### Record excerpts

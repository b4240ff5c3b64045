"use client";

import { useEffect } from "react";

/** Has the browser ask before the page is left, while `isOn`. */
export function useLeaveWarning(isOn: boolean): void {
  useEffect(() => {
    if (!isOn) return;
    const warn = (event: BeforeUnloadEvent) => event.preventDefault();
    window.addEventListener("beforeunload", warn);
    return () => window.removeEventListener("beforeunload", warn);
  }, [isOn]);
}
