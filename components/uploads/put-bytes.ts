import { NoAnswer, Refused } from "./ask-server";

/**
 * Sends bytes to the store and tells how far it is; `fetch` cannot tell that.
 * @returns the ETag that the store gave
 * @throws NoAnswer when trying again, with a fresh address, may help
 */
export function putBytes(
  url: string,
  bytes: Blob,
  options: { mediaType?: string; signal: AbortSignal; onProgress: (sent: number) => void },
): Promise<string> {
  const { mediaType, signal, onProgress } = options;
  return new Promise((resolve, reject) => {
    if (signal.aborted) {
      reject(signal.reason);
      return;
    }
    const request = new XMLHttpRequest();
    const stop = () => request.abort();
    signal.addEventListener("abort", stop, { once: true });
    request.open("PUT", url);
    if (mediaType) request.setRequestHeader("content-type", mediaType);
    request.upload.addEventListener("progress", (event) => onProgress(event.loaded));
    request.addEventListener("loadend", () => signal.removeEventListener("abort", stop));
    request.addEventListener("load", () => {
      const etag = request.getResponseHeader("etag");
      if (request.status >= 200 && request.status < 300 && etag) resolve(etag);
      // 403 is an address that is too old; the next try gets a new one.
      else if (request.status === 403 || request.status === 429 || request.status >= 500)
        reject(new NoAnswer(`The store answered ${request.status}.`));
      else reject(new Refused(`The store refused the file (${request.status}).`));
    });
    request.addEventListener("error", () => reject(new NoAnswer("The store did not answer.")));
    request.addEventListener("abort", () => reject(signal.reason));
    request.send(bytes);
  });
}
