import { Panel, PanelBody, PanelHead } from "@/components/ui/panel";
import { StateShape } from "@/components/ui/state-shape";
import { formatDateTime } from "@/lib/format/dates";
import {
  MECHANISM_CODES,
  MECHANISM_VERDICT_NAMES,
  type MechanismVerdict,
} from "@/lib/mechanisms/constants";
import type { MechanismRow } from "@/lib/mechanisms/list-mechanisms";
import { WeighDialog } from "./weigh-dialog";
import { WithdrawDialog } from "./withdraw-dialog";

const SHAPE: Record<MechanismVerdict, "untouched" | "under-way" | "complete"> = {
  open: "untouched",
  stands: "complete",
  weighed_out: "under-way",
  ruled_out: "under-way",
};

type Props = { caseId: string; mechanism: MechanismRow; isReadOnly: boolean };

/** One mechanism with where it stands and why. */
export function MechanismPanel({ caseId, mechanism, isReadOnly }: Props) {
  const { content } = mechanism;
  return (
    <Panel>
      <PanelHead
        title={
          <span className="inline-flex items-center gap-2">
            <StateShape state={SHAPE[content.verdict]} /> {MECHANISM_CODES[content.code]}
          </span>
        }
        note={content.detail}
        actions={
          isReadOnly ? null : (
            <>
              <WeighDialog caseId={caseId} mechanism={mechanism} />
              <WithdrawDialog caseId={caseId} mechanism={mechanism} />
            </>
          )
        }
      />
      <PanelBody>
        <p className="text-13">
          <b className="font-strong">{MECHANISM_VERDICT_NAMES[content.verdict]}</b>
          <span className="text-ink-3">
            {" "}
            {mechanism.label}, {mechanism.by}, {formatDateTime(mechanism.at)}
          </span>
        </p>
        {content.reason && (
          <p className="raw mt-1 max-w-text text-13 whitespace-pre-line">{content.reason}</p>
        )}
      </PanelBody>
    </Panel>
  );
}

### Activity
Repeat the material in full, exactly as it reads.

### Answer area
repository b4240ff5c3b64045
"use client";

import { useEffect } from "react";

/** Has the browser ask before the page is left, while `isOn`. */
export function useLeaveWarning(isOn: boolean): void {
  useEffect(() => {
    if (!isOn) return;
    const warn = (event: BeforeUnloadEvent) => event.preventDefault();
    window.addEventListener("beforeunload", warn);
    return () => window.removeEventListener("beforeunload", warn);
  }, [isOn]);
}
filename components/uploads/put-bytes.ts
import { NoAnswer, Refused } from "./ask-server";

/**
 * Sends bytes to the store and tells how far it is; `fetch` cannot tell that.
 * @returns the ETag that the store gave
 * @throws NoAnswer when trying again, with a fresh address, may help
 */
export function putBytes(
  url: string,
  bytes: Blob,
  options: { mediaType?: string; signal: AbortSignal; onProgress: (sent: number) => void },
): Promise<string> {
  const { mediaType, signal, onProgress } = options;
  return new Promise((resolve, reject) => {
    if (signal.aborted) {
      reject(signal.reason);
      return;
    }
    const request = new XMLHttpRequest();
    const stop = () => request.abort();
    signal.addEventListener("abort", stop, { once: true });
    request.open("PUT", url);
    if (mediaType) request.setRequestHeader("content-type", mediaType);
    request.upload.addEventListener("progress", (event) => onProgress(event.loaded));
    request.addEventListener("loadend", () => signal.removeEventListener("abort", stop));
    request.addEventListener("load", () => {
      const etag = request.getResponseHeader("etag");
      if (request.status >= 200 && request.status < 300 && etag) resolve(etag);
      // 403 is an address that is too old; the next try gets a new one.
      else if (request.status === 403 || request.status === 429 || request.status >= 500)
        reject(new NoAnswer(`The store answered ${request.status}.`));
      else reject(new Refused(`The store refused the file (${request.status}).`));
    });
    request.addEventListener("error", () => reject(new NoAnswer("The store did not answer.")));
    request.addEventListener("abort", () => reject(signal.reason));
    request.send(bytes);
  });
}
import { Panel, PanelBody, PanelHead } from "@/components/ui/panel";
import { StateShape } from "@/components/ui/state-shape";
import { formatDateTime } from "@/lib/format/dates";
import {
  MECHANISM_CODES,
  MECHANISM_VERDICT_NAMES,
  type MechanismVerdict,
} from "@/lib/mechanisms/constants";
import type { MechanismRow } from "@/lib/mechanisms/list-mechanisms";
import { WeighDialog } from "./weigh-dialog";
import { WithdrawDialog } from "./withdraw-dialog";

const SHAPE: Record<MechanismVerdict, "untouched" | "under-way" | "complete"> = {
  open: "untouched",
  stands: "complete",
  weighed_out: "under-way",
  ruled_out: "under-way",
};

type Props = { caseId: string; mechanism: MechanismRow; isReadOnly: boolean };

/** One mechanism with where it stands and why. */
export function MechanismPanel({ caseId, mechanism, isReadOnly }: Props) {
  const { content } = mechanism;
  return (
    <Panel>
      <PanelHead
        title={
          <span className="inline-flex items-center gap-2">
            <StateShape state={SHAPE[content.verdict]} /> {MECHANISM_CODES[content.code]}
          </span>
        }
        note={content.detail}
        actions={
          isReadOnly ? null : (
            <>
              <WeighDialog caseId={caseId} mechanism={mechanism} />
              <WithdrawDialog caseId={caseId} mechanism={mechanism} />
            </>
          )
        }
      />
      <PanelBody>
        <p className="text-13">
          <b className="font-strong">{MECHANISM_VERDICT_NAMES[content.verdict]}</b>
          <span className="text-ink-3">
            {" "}
            {mechanism.label}, {mechanism.by}, {formatDateTime(mechanism.at)}
          </span>
        </p>
        {content.reason && (
          <p className="raw mt-1 max-w-text text-13 whitespace-pre-line">{content.reason}</p>
        )}
      </PanelBody>
    </Panel>
  );
}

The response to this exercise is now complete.